Von Zeit zu Zeit erreicht den verwöhnten Musikrezensenten eine CD, die ihm die Tränen in die Augen treibt. Ein Stück Musik, das wehmütigste Erinnerung aufkommen lässt, das auf allen Ebenen vereinnahmt und zugleich die passenden Worte missen lässt. So eine CD ist das kurze (4 Songs) Solo-Debüt von Joolie Wood, die seit 15 Jahren bei Current 93 geigt und singt. War sie zunächst ein Ersatz für die Engelszunge von Rose McDowall, wurde bald deutlich, dass sie einen ganz eigenen Akzent mit in David Tibets Projekt einbrachte. Und es sollte viele Jahre dauern, bis sie sich durchrang, ein eigenes Werk zu veröffentlichen. Wer Joolie Wood bislang für ein gereiftes Hippie-Mädchen hielt, wird mit "Tales of Colour and White" auf ganzer Linie bestätigt. Im besten Sinne allerdings.

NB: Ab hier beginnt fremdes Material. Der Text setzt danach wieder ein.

/**
 * The sign-off commands outside Nitro, on a real migrated SQLite file with the demo company:
 * they take a Db, refuse with SignOffRefused (status and, for a form field, the field), and
 * write the sign-off, the tank's status and the audit rows together.
 */
import { mkdtempSync, rmSync } from 'node:fs'
import { tmpdir } from 'node:os'
import { join } from 'node:path'
import { and, eq } from 'drizzle-orm'
import { afterAll, beforeAll, describe, expect, it } from 'vitest'
import { migrateDatabase, openDatabase, type TidewrightDB } from '../../../../../server/db/connection'
import { auditLog, signOffs, tanks } from '../../../../../server/db/schema'
import { seedDemo, type DemoIds } from '../../../../../server/db/seed/demo'
import { decideSignOff, reopenSignOff, requestSignOff } from '../../../../../server/domain/sign-off/commands'
import { entryLockRefusal, lockedUntil } from '../../../../../server/domain/sign-off/lock'
import { evaluateForSignOff } from '../../../../../server/domain/sign-off/evaluation'
import { signOffState } from '../../../../../server/domain/sign-off/state'
import { refusalOf } from '../../../../support/sign-off-refusal'

const dir = mkdtempSync(join(tmpdir(), 'tidewright-sign-off-'))
let db: TidewrightDB
let demo: DemoIds
const now = new Date()

beforeAll(async () => {
  db = openDatabase(join(dir, 'sign-off.sqlite'))
  migrateDatabase(db)
  demo = await seedDemo(db, now)
})
afterAll(() => {
  db?.$client.close()
  rmSync(dir, { recursive: true, force: true })
})

const person = (key: keyof DemoIds['users'], role: 'admin' | 'aquarist' | 'supervisor') => ({ id: demo.users[key], organisationId: demo.organisationId, role })
const tankRow = (id: string) => db.select().from(tanks).where(eq(tanks.id, id)).get()!
/** The tank evaluated as of `now`, as the glue hands it to a command. */
const evaluated = (id: string) => evaluateForSignOff(db, id, now)!

describe('sign-off commands on a Db', () => {
  it('refuses a request from someone who may not manage the tank (403) and a second request while one waits (409)', () => {
    const nano = tankRow(demo.tanks.nano)
    expect(refusalOf(() => requestSignOff(db, person('supervisor', 'supervisor'), nano, '', false, evaluated(nano.id))).status).toBe(403)
    expect(refusalOf(() => requestSignOff(db, person('aquarist', 'aquarist'), nano, '', true, evaluated(nano.id)))).toMatchObject({ status: 409, message: expect.stringContaining('already waiting') })
  })

  it('refuses a decision by an aquarist (403) and reopening with nothing approved (409)', () => {
    const nano = tankRow(demo.tanks.nano)
    expect(refusalOf(() => decideSignOff(db, person('aquarist', 'aquarist'), nano, 'approve', '', evaluated(nano.id))).status).toBe(403)
    expect(refusalOf(() => reopenSignOff(db, person('supervisor', 'supervisor'), nano, 'Check again', now)).status).toBe(409)
  })

  it('approves the waiting request with a code, signs the tank off and locks its record, audit rows included', () => {
    const decided = decideSignOff(db, person('supervisor', 'supervisor'), tankRow(demo.tanks.nano), 'approve', 'Cycle proven.', evaluated(demo.tanks.nano))
    expect(decided.verificationCode).toMatch(/^TW-(?:[0-9A-Z]{4}-){5}[0-9A-Z]{4}$/)
    expect(decided.signOff).toMatchObject({ status: 'approved', decidedBy: demo.users.supervisor, override: false })
    expect(tankRow(demo.tanks.nano).status).toBe('signed-off')
    const actions = db.select({ action: auditLog.action }).from(auditLog).where(eq(auditLog.entityId, decided.signOff.id)).all().map(r => r.action)
    expect(actions).toEqual(['sign-off.approve'])
    expect(lockedUntil(db, demo.tanks.nano)).toBe(decided.signOff.decidedAt)
    expect(entryLockRefusal(db, demo.tanks.nano, new Date(now.getTime() - 60_000))?.message).toMatch(/signed off on/)
    expect(entryLockRefusal(db, demo.tanks.nano, new Date(now.getTime() + 60_000))).toBeNull()
    const state = signOffState(db, person('supervisor', 'supervisor'), tankRow(demo.tanks.nano), false, evaluated(demo.tanks.nano).verdict)
    expect(state).toMatchObject({ tankStatus: 'signed-off', canReopen: true, canDecide: false, hasCertificate: true })
  })

  it('reopens with a reason: the record unlocks and the tank goes back to cycling', () => {
    const row = reopenSignOff(db, person('admin', 'admin'), tankRow(demo.tanks.nano), 'A nitrite reading was entered on the wrong tank.', now)
    expect(row.status).toBe('reopened')
    expect(tankRow(demo.tanks.nano).status).toBe('cycling')
    expect(lockedUntil(db, demo.tanks.nano)).toBeNull()
    expect(db.select().from(signOffs).where(and(eq(signOffs.tankId, demo.tanks.nano), eq(signOffs.status, 'approved'))).all()).toEqual([])
  })
})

Mit der instrumentellen und stimmlichen Unterstützung ihrer Current 93-Kollegen Simon Finn, Karl Blake, Baby Dee und Maja Elliot erschuf sie ein Kleinod bestechender Folkmusik - jedes Stück getragen von einem eigenen Charakter und Stil, jedes Stück für sich ausdrucksstark und emotional. Während der "Jewel Song" noch als atmosphärisches Vorspiel durchgeht, ist das pantheistische "You Own the Universe", das Verse aus dem Buch Jesaja zitiert, ein faszinierender Ohrwurm. Joolies mädchenhafte Stimme klingt lange nach, die bewusst organisch gezupften Saiten (mit Quietschen und Klicken) schaffen eine Intimität, die vielen aktuellen Folkproduktionen abgeht. "Where all Flowers Grow" ist vermutlich inspiriert von einer persönlichen Verlusterfahrung, die sich radikal und in beklemmender Melancholie auf den Hörer überträgt. Karl Blake grummelt den Text parallel zu Joolies klarer Stimme und schafft einen irritierenden Kontrapunkt, der sich dennoch harmonisch ins Gefüge einpasst. "Melt With the Snow" unternimmt Ähnliches, indem Blake hier eine schrammelige, dronige E-Gitarre einsetzt, doch auch dieses Stück entfaltet sich zur holistisch-spirituellen Folkhymne.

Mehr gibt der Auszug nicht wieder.